- [Exercise directions] Each line with the string "streamOf" is to be copied from the records below.

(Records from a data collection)

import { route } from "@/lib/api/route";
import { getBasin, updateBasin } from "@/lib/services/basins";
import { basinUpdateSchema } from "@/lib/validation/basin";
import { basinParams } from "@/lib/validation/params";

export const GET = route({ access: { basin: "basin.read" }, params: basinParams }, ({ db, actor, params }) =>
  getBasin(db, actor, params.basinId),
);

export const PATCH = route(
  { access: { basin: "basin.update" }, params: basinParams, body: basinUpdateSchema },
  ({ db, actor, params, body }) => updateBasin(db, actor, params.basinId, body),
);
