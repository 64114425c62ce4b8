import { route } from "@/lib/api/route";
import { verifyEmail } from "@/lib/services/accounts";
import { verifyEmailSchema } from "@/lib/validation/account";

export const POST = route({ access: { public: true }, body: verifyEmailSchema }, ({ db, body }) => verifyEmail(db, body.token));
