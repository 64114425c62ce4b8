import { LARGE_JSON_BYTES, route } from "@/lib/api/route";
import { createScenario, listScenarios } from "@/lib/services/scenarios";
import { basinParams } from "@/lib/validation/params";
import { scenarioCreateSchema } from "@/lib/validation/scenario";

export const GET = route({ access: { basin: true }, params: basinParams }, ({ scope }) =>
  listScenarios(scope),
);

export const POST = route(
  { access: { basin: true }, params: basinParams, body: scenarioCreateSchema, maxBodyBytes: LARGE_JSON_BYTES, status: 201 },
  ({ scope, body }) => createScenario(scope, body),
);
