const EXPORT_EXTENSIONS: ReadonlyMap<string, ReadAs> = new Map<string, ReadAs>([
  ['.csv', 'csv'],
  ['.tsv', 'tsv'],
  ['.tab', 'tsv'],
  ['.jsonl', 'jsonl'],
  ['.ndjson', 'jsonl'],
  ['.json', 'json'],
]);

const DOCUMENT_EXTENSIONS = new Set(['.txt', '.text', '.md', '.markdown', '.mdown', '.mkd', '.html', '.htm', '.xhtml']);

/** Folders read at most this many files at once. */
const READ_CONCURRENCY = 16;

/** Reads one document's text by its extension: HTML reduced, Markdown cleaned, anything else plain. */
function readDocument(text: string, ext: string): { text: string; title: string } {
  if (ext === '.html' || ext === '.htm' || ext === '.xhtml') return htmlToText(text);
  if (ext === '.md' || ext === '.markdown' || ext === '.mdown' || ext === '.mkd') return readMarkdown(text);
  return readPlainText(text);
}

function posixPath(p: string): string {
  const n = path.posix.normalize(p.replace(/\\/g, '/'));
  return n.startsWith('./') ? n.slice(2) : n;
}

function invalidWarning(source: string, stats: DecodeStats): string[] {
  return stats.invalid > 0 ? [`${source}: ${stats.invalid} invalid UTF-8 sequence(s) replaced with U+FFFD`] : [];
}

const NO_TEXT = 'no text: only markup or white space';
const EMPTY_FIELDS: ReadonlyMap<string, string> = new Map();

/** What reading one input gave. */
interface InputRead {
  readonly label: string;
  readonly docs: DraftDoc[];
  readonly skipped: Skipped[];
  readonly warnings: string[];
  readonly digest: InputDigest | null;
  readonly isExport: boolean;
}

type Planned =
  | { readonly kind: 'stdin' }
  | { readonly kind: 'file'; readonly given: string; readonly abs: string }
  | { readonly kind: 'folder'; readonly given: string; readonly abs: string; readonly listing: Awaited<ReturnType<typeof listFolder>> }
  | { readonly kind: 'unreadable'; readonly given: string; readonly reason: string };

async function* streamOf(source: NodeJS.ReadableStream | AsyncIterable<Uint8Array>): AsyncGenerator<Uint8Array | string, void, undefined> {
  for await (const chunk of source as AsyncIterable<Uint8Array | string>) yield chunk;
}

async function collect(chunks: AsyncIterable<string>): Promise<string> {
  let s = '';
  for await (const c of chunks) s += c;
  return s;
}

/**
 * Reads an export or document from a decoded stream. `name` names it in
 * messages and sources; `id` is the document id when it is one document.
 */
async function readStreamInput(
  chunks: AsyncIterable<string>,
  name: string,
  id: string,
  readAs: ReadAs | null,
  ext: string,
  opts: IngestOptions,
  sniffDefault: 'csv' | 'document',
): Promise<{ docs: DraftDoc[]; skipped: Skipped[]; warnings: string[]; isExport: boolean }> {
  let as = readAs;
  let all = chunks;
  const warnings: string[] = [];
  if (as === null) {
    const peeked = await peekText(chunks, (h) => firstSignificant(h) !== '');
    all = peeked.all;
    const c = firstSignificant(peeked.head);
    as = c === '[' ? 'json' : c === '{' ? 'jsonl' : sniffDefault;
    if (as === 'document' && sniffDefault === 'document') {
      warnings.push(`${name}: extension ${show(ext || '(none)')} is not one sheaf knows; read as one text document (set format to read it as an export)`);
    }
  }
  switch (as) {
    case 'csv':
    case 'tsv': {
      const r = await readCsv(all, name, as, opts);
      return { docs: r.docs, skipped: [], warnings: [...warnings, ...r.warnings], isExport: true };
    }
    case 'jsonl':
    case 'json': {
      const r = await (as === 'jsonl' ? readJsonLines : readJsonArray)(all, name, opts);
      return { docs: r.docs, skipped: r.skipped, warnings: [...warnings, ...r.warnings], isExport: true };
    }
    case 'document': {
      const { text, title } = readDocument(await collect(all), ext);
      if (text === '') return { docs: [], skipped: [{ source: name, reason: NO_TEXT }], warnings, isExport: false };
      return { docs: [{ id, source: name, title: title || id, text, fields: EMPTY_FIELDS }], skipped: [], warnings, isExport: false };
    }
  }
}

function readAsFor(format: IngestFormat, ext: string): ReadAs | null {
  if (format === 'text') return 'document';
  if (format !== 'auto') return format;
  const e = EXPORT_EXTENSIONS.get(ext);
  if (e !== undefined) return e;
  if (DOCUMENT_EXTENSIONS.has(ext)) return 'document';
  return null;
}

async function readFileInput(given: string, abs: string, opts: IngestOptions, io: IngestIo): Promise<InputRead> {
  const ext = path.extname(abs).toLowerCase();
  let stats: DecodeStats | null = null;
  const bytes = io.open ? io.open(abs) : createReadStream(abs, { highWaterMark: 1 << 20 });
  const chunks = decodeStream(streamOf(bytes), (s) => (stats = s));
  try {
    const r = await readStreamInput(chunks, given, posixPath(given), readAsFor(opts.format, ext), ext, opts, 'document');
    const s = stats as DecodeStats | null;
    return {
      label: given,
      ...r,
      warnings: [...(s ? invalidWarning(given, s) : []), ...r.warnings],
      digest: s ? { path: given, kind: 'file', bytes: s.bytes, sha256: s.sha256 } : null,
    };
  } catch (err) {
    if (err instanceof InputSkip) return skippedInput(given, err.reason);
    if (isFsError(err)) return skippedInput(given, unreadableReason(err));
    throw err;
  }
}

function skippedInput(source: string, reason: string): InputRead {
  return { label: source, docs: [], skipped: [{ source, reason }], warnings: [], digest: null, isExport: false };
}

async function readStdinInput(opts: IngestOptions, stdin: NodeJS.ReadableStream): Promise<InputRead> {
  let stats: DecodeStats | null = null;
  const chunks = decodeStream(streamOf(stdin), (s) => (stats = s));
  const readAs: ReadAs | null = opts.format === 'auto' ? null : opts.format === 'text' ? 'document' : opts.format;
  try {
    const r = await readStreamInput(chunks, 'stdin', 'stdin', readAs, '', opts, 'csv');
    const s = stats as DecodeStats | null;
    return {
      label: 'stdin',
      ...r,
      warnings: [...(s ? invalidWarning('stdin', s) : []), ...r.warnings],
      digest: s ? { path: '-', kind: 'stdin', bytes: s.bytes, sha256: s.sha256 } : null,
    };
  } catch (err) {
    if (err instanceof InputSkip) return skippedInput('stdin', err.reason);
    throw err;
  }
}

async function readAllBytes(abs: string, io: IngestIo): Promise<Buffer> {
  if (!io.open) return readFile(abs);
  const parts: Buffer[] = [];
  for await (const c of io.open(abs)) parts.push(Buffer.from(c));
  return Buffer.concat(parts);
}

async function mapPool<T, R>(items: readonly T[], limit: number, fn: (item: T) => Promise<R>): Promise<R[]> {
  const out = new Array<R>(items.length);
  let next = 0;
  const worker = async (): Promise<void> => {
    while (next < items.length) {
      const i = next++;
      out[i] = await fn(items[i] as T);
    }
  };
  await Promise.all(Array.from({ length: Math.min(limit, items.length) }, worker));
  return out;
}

- [Answer below]
async function* streamOf(source: NodeJS.ReadableStream | AsyncIterable<Uint8Array>): AsyncGenerator<Uint8Array | string, void, undefined> {
  const chunks = decodeStream(streamOf(bytes), (s) => (stats = s));
  const chunks = decodeStream(streamOf(stdin), (s) => (stats = s));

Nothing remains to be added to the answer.